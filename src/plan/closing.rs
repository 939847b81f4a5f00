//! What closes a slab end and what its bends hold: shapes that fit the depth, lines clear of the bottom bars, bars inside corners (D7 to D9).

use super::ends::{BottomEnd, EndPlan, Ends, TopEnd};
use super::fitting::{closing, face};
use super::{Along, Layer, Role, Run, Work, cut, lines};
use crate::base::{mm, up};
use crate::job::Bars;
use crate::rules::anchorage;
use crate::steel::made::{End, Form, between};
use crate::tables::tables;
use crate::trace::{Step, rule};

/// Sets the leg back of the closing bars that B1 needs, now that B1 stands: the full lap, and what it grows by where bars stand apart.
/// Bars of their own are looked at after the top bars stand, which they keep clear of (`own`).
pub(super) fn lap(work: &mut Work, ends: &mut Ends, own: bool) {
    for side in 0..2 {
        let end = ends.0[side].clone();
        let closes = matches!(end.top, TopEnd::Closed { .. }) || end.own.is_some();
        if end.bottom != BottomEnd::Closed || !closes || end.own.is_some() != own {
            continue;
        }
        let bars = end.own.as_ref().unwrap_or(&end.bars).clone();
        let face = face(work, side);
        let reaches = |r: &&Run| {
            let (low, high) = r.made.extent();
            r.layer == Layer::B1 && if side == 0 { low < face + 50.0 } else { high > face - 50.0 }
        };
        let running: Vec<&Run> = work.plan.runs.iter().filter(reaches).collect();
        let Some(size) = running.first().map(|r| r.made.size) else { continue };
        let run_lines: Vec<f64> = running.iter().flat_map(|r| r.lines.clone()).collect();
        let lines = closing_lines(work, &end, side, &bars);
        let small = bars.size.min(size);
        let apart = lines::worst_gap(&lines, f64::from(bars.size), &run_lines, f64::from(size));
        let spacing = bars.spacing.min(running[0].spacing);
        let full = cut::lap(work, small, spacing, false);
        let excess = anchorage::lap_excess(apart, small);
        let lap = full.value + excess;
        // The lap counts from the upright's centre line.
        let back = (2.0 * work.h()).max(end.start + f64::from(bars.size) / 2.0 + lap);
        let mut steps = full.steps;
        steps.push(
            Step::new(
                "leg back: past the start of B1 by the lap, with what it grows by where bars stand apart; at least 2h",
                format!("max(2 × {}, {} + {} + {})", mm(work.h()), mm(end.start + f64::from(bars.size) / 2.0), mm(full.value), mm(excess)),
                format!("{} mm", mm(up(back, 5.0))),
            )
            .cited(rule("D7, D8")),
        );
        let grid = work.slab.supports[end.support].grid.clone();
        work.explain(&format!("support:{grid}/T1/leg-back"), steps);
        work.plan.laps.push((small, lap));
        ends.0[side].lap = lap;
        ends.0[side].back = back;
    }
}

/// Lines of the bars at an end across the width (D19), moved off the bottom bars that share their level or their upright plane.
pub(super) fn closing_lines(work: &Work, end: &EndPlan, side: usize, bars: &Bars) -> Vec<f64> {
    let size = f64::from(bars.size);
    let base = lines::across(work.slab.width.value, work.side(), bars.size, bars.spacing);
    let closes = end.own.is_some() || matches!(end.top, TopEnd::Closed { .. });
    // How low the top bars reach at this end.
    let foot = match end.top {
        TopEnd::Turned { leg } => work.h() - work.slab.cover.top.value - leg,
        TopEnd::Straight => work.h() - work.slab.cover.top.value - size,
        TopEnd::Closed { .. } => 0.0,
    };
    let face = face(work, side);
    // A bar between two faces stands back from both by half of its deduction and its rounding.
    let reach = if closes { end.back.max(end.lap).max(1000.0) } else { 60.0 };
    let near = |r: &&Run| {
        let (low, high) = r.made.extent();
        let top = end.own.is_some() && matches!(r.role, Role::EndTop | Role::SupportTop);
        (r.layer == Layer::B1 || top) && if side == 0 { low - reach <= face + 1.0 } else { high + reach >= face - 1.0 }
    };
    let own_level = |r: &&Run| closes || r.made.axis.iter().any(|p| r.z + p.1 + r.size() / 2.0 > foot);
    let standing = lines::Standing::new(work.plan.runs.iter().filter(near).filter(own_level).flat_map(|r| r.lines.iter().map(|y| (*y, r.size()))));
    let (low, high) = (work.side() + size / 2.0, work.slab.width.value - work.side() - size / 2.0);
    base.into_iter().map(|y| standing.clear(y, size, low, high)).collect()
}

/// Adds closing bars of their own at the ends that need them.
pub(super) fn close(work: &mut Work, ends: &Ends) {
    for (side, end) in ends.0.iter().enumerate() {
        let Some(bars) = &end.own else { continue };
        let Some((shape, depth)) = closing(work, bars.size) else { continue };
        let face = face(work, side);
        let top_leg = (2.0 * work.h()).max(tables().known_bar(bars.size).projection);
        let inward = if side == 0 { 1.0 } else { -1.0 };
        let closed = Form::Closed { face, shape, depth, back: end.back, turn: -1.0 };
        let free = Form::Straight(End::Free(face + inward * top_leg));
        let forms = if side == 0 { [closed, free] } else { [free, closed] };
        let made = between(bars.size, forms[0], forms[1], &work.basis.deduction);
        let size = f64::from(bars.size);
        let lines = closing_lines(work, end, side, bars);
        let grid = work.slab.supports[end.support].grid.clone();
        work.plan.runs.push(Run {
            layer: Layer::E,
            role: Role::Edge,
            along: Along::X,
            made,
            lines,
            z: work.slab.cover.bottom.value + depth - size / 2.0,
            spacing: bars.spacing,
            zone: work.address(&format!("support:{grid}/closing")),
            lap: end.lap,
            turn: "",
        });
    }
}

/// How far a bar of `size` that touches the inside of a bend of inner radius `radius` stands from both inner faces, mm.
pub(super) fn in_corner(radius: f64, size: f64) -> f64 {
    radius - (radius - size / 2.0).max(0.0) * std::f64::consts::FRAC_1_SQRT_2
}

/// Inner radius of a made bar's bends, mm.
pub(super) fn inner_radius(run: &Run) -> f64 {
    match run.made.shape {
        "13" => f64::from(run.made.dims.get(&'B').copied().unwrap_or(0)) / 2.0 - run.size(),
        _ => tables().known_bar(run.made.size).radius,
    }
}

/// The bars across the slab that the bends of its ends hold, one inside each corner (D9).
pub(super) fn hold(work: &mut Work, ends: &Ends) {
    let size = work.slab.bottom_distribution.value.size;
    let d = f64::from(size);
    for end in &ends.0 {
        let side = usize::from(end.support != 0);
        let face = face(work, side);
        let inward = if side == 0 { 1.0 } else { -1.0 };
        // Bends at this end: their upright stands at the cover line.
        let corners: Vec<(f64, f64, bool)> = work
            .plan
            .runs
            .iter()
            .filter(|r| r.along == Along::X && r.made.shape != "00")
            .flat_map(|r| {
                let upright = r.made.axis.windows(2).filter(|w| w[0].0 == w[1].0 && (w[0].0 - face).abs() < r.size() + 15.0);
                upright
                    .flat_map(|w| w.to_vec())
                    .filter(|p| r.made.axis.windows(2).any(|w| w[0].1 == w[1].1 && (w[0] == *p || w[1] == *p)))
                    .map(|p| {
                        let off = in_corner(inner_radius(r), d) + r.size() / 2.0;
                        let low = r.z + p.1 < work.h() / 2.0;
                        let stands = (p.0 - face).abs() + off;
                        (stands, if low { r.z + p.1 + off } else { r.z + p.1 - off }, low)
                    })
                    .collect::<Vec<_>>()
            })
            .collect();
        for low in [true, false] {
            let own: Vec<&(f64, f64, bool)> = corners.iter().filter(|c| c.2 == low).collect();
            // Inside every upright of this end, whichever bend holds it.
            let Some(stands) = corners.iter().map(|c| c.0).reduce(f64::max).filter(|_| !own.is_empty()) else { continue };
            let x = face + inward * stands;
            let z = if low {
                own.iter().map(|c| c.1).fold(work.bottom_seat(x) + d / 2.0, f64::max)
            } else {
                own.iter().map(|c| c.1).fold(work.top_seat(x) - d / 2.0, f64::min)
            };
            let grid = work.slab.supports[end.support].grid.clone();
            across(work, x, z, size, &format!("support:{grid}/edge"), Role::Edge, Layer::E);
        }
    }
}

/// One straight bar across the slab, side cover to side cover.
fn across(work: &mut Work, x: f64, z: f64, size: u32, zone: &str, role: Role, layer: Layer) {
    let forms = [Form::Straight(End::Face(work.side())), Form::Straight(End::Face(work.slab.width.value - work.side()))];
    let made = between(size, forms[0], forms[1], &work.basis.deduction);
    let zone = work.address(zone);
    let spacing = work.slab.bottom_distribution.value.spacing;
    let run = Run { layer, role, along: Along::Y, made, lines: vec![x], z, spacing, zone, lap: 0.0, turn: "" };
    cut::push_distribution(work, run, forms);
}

_ _ _

- **TASK GOAL**:
Among the records above, repeat exactly the line with "work.plan.laps.push((small, lap));", the line with "usize, bars: &Bars)", and every line in between, and only those.

- **ANSWER FOR THIS EXERCISE**:
        work.plan.laps.push((small, lap));
        ends.0[side].lap = lap;
        ends.0[side].back = back;
    }
}

/// Lines of the bars at an end across the width (D19), moved off the bottom bars that share their level or their upright plane.
pub(super) fn closing_lines(work: &Work, end: &EndPlan, side: usize, bars: &Bars) -> Vec<f64> {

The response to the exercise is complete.